Report: Missouri Residents use Opioid Painkillers High Above National Average

By: Adam McDonald | staff
Posted on January 1, 2015

( – In the upcoming legislative session, some Missouri lawmakers say they’ll push for a prescription drug monitoring program after Express Scripts found that Missouri residents chronically use opioid painkillers at a rate of 36 percent above the national average.

16,000 people died from overdoses on painkilling opioids in 2010 and these drugs cause more deaths than any other drug in the United States.

“The CDC has even called it an epidemic,” said Dr. Clark Kebodeaux, of the St. Louis College of Pharmacy, when asked about prescription drug abuse. “[Drug abusers] will come to Missouri because we don’t have a prescription drug monitoring program.”

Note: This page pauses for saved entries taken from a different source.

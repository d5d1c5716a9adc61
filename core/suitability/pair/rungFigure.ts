import { bandSums } from '../../evaluation/bandFigures';
import { exponential, meanLogarithm } from '../../figures/logarithms';
import { type CrossSpectra, effectiveAverages } from '../../spectra/crossSpectra';
import { multipleCoherence, unexplained } from './coherence';

/** What is left of a power, as a share of it, and the relative standard error of that share. */
export interface Share {
  left: number;
  error: number;
}

/** What a linear filter without limits leaves of the desired signal, as segments of one length show it. */
export interface RungFigure {
  segment: number;
  /** Effective averages. */
  averages: number;
  /** q. */
  inputs: number;
  total: Share;
  /** In the bands of the evaluation. */
  bands: Share[];
}

/** Frequencies side by side are related through the window: `1 + 2 ((2/3)² + (1/6)²)` for Hann's. */
const spread = 1 + 2 * (4 / 9 + 1 / 36);

/**
 * From the multiple coherence of inputs and their slopes: `Σ S_dd (1-γ²) / Σ S_dd`, freed of the bias of few averages.
 * @param spectra with slopes
 */
export function coherenceFigure(spectra: CrossSpectra): RungFigure {
  const averages = effectiveAverages(spectra);
  const inputs = spectra.signals - 1;
  const desired = spectra.between[inputs][inputs].re;
  const { values, ranks } = multipleCoherence(spectra);
  const taken = (1 + slopeTakes(spectra)) / 2;
  const left = desired.map((power, f) => power * unexplained(values[f], taken * ranks[f], averages));
  const degrees = Math.max(1, averages - taken * inputs);
  const share = (part: number, squares: number, whole: number): Share => ({
    left: whole > 0 ? part / whole : Number.NaN,
    error: part > 0 ? Math.sqrt((squares * spread) / degrees) / part : 0,
  });
  const squares = left.map((power) => power * power);
  const [lefts, alls, squareSums] = [left, desired, squares].map(bandSums);
  const total = [lefts, squareSums, alls].map((sums) => sums.reduce((a, b) => a + b, 0));
  return {
    segment: spectra.segment,
    averages,
    inputs,
    total: share(total[0], total[1], total[2]),
    bands: lefts.map((part, b) => share(part, squareSums[b], alls[b])),
  };
}

/**
 * What a slope takes of the averages beside what its input takes. Half-overlapped neighbours are related by c = 1/6
 * seen through Hann's window and by -1/2 through its slope; a response fitted to segments related by a and noise
 * related by b takes `1 + 2ab overlaps/K` segments of K.
 */
function slopeTakes({ averages, overlaps }: CrossSpectra): number {
  return averages === 0 ? 1 : (1 - overlaps / (6 * averages)) / (1 + overlaps / (18 * averages));
}

/**
 * For one-step prediction of the desired signal from its own past: `exp(mean ln S) / mean S` (Kolmogorov 1941, Szegő;
 * Hayes, *Statistical Digital Signal Processing and Modeling*, 1996, from memory). The error is white, which gives
 * the bands. The logarithm of an average of n segments is too small by `1/(2n) + 1/(12n²)` (digamma function).
 */
export function predictionFigure(spectra: CrossSpectra): RungFigure {
  const averages = effectiveAverages(spectra);
  const desired = spectra.between[spectra.signals - 1][spectra.signals - 1].re;
  // The bin at 0 holds what the removal of the mean left.
  const inner = desired.subarray(1);
  const mean = inner.reduce((sum, power) => sum + power, 0) / inner.length;
  const bias = 1 / (2 * averages) + 1 / (12 * averages * averages);
  const white = exponential(meanLogarithm(inner) + bias);
  const alls = bandSums(desired);
  const counts = bandSums(new Float64Array(desired.length).fill(1));
  return {
    segment: spectra.segment,
    averages,
    inputs: 1,
    total: {
      left: mean > 0 ? white / mean : Number.NaN,
      error: Math.sqrt(spread / (averages * inner.length)),
    },
    bands: alls.map((power, b) => ({
      left: power > 0 ? (white * counts[b]) / power : Number.NaN,
      error: Math.sqrt(spread / (averages * counts[b])),
    })),
  };
}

The co-founder of “The Missouri Network for Opiate Reform and Recovery,” Chad Sabora, says the group is pushing for a monitoring program in Missouri. And Sabora says he has first-hand experience, he’s also a recovering addict.

“There are pain pills flooding the streets of St. Louis,” Sabora said. “One of the best way for prevention is to limit access to pain medication. It’s a fight we need to fight.”

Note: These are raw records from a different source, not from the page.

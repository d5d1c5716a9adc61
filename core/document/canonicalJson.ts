import { documentVersion, type PairingDocument } from './pairingDocument';

/**
 * JSON that is the same for the same value, after RFC 8785: keys sorted by their UTF-16 units, numbers as short as
 * they read back exactly, -0 as 0, no spaces; keys that are undefined are left out.
 * @throws for what JSON cannot hold: numbers that are not finite, functions
 */
export function canonicalJson(value: unknown): string {
  if (typeof value === 'number') {
    if (!Number.isFinite(value)) throw new Error(`got ${value} when expected a finite number`);
    return String(value === 0 ? 0 : value);
  }
  if (value === null || typeof value === 'boolean' || typeof value === 'string') return JSON.stringify(value);
  if (Array.isArray(value)) return `[${value.map(canonicalJson).join(',')}]`;
  if (typeof value !== 'object') throw new Error(`got ${typeof value} when expected a value of JSON`);
  const entries = Object.entries(value).filter(([, item]) => item !== undefined);
  entries.sort(([a], [b]) => (a < b ? -1 : 1));
  return `{${entries.map(([key, item]) => `${JSON.stringify(key)}:${canonicalJson(item)}`).join(',')}}`;
}

/**
 * What a document says, as the text that its digest is taken of: indentation, the order of keys, unknown keys, and
 * defaults written out or left out make no difference.
 */
export function documentMeaning(document: PairingDocument): string {
  return canonicalJson({ pairing: documentVersion, ...document });
}
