import { powerDecibels } from '../../figures/decibels';
import { type Finding, finding } from '../../findings/finding';
import type { Take } from '../../pair/take';
import { channelLabel } from '../../recordings/recording';
import { frequencyAt, sizeFor, transformOf } from '../../statistics/transform';
import { type Band, bandsInWords, inBands } from './bands';
import type { Excitation } from './excitation';

/**
 * Gain in a band that the input left empty counts from here, relative to the largest gain elsewhere (-20 dB): what is
 * smaller adds less than a hundredth of the power once the input does reach there.
 */
const share = 0.01;

/**
 * `unproven-gain`: a filter that answers strongly where its input had no energy does so by chance; no held-out sample
 * of the same kind can show it.
 * @param coefficients one row an input, newest-first
 */
export function unprovenGain(
  coefficients: readonly Float64Array[],
  { emptyBands }: Excitation,
  sampleRate: number,
  take: Take,
): Finding[] {
  return coefficients.flatMap((row, r) => {
    const bands = emptyBands[r];
    if (bands.length === 0) return [];
    const gains = powerGains(row);
    const largest = (inside: boolean, among: readonly Band[]) => {
      let most = 0;
      gains.forEach((gain, i) => {
        const hertz = (0.5 * i * sampleRate) / (gains.length - 1);
        if (inBands(among, hertz) === inside) most = Math.max(most, gain);
      });
      return most;
    };
    const proven = largest(false, bands);
    // Empty everywhere: nothing to compare with, and `poor-excitation` says so.
    if (proven === 0) return [];
    const guilty = bands.filter((band) => largest(true, [band]) > share * proven);
    if (guilty.length === 0) return [];
    const { recording, channel } = take.inputs[r];
    return finding(
      'unproven-gain',
      {
        bands: bandsInWords(guilty),
        gain: Number(powerDecibels(largest(true, guilty) / proven).toFixed(1)),
      },
      { file: recording.file, channel: channelLabel(recording, channel) },
    );
  });
}

/** |W(f)|² at even steps from 0 Hz to half the sample rate, at least four to a lobe of the response. */
function powerGains(row: Float64Array): Float64Array {
  const size = sizeFor(8 * row.length, 1024);
  const re = new Float64Array(size);
  const im = new Float64Array(size);
  re.set(row);
  transformOf(size).forward(re, im);
  const gains = new Float64Array(size / 2 + 1);
  for (let p = 0; p < size; p++) {
    const f = frequencyAt(p, size);
    if (f <= size / 2) gains[f] = re[p] * re[p] + im[p] * im[p];
  }
  return gains;
}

Under current Missouri law, addicts can doctor shop, going from doctor to doctor getting pain medication subscriptions. After that, they go to different pharmacies to get them filled. In other states, that information goes to a database so medical professionals can spot signs of abuse.

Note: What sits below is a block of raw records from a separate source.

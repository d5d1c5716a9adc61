import type { Interval } from '../../pair/intervals';
import { noMeans, signalReader } from '../../pair/signals';
import type { Take } from '../../pair/take';
import { spreadOver } from './gatherSpectra';

/** Samples that show the step of numbers in a text. */
const budget = 16384;

/** Digits after the point that are tried; finer steps make no noise that could matter beside a sensor's. */
const mostDigits = 6;

/** Values are whole multiples of a step where they are this near to one, relative to themselves. */
const wholeEnough = 1e-9;

/**
 * Density of the noise that rounding to the recording's own steps makes of each input, q²/12 spread evenly (Bennett,
 * Bell Syst. Tech. J. 1948), in unit²/Hz: the floor below which a recording shows no signal. 0 where the step is not
 * known: A-law and µ-law, and numbers with a point that floats.
 * @param stretches of n that are looked at
 * @param sampleRate in Hz
 */
export async function converterNoise(
  take: Take,
  stretches: readonly Interval[],
  sampleRate: number,
): Promise<number[]> {
  const none = noMeans(take.inputs.length);
  const read = signalReader(take, { means: none, delay: 0 });
  const rows: Float64Array[][] = take.inputs.map(() => []);
  for (const { from, to } of spreadOver(stretches, budget)) {
    const { inputs } = await read(from, to);
    inputs.forEach((samples, r) => {
      rows[r].push(samples);
    });
  }
  return take.inputs.map(({ recording: { pcm, bits } }, r) => {
    const step = pcm ? pcmStep(bits) : decimalStep(rows[r]);
    return (step * step) / (6 * sampleRate);
  });
}

/** Of full scale 1. */
function pcmStep(bits: number | undefined): number {
  if (bits === undefined) return 0;
  let step = 1;
  for (let bit = 1; bit < bits; bit++) step /= 2;
  return step;
}

/** The largest of 1, 0.1, 0.01 … that all values are multiples of; 0 where there is none. */
function decimalStep(rows: readonly Float64Array[]): number {
  let scale = 1;
  for (let digits = 0; digits <= mostDigits; digits++) {
    const whole = (value: number) => {
      const scaled = value * scale;
      return Math.abs(scaled - Math.round(scaled)) <= wholeEnough * Math.abs(scaled);
    };
    if (rows.every((row) => row.every(whole))) return 1 / scale;
    scale *= 10;
  }
  return 0;
}
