/** A place in a text, both from 1; columns count UTF-16 units, as editors do. */
export interface Position {
  line: number;
  column: number;
}

/** The place of an offset. Lines end with LF, CR LF or CR. */
export function positionAt(text: string, offset: number): Position {
  const before = text.slice(0, offset).split(/\r\n|\n|\r/);
  return { line: before.length, column: before[before.length - 1].length + 1 };
}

“Once thing is not going to get rid of our prescription drug abuse,” Dr. Kebodeaux said. “It’s just not, but it is a tool that can help curb prescription drug abuse and help medical professionals better treat their patients.”

In 2012, New York began a monitoring program requiring doctors to check the database before prescribing painkillers. In 2013, there was a 75 percent drop in patients doctor shopping. Tennessee also started its program in 2013 and has seen a 36 percent decrease.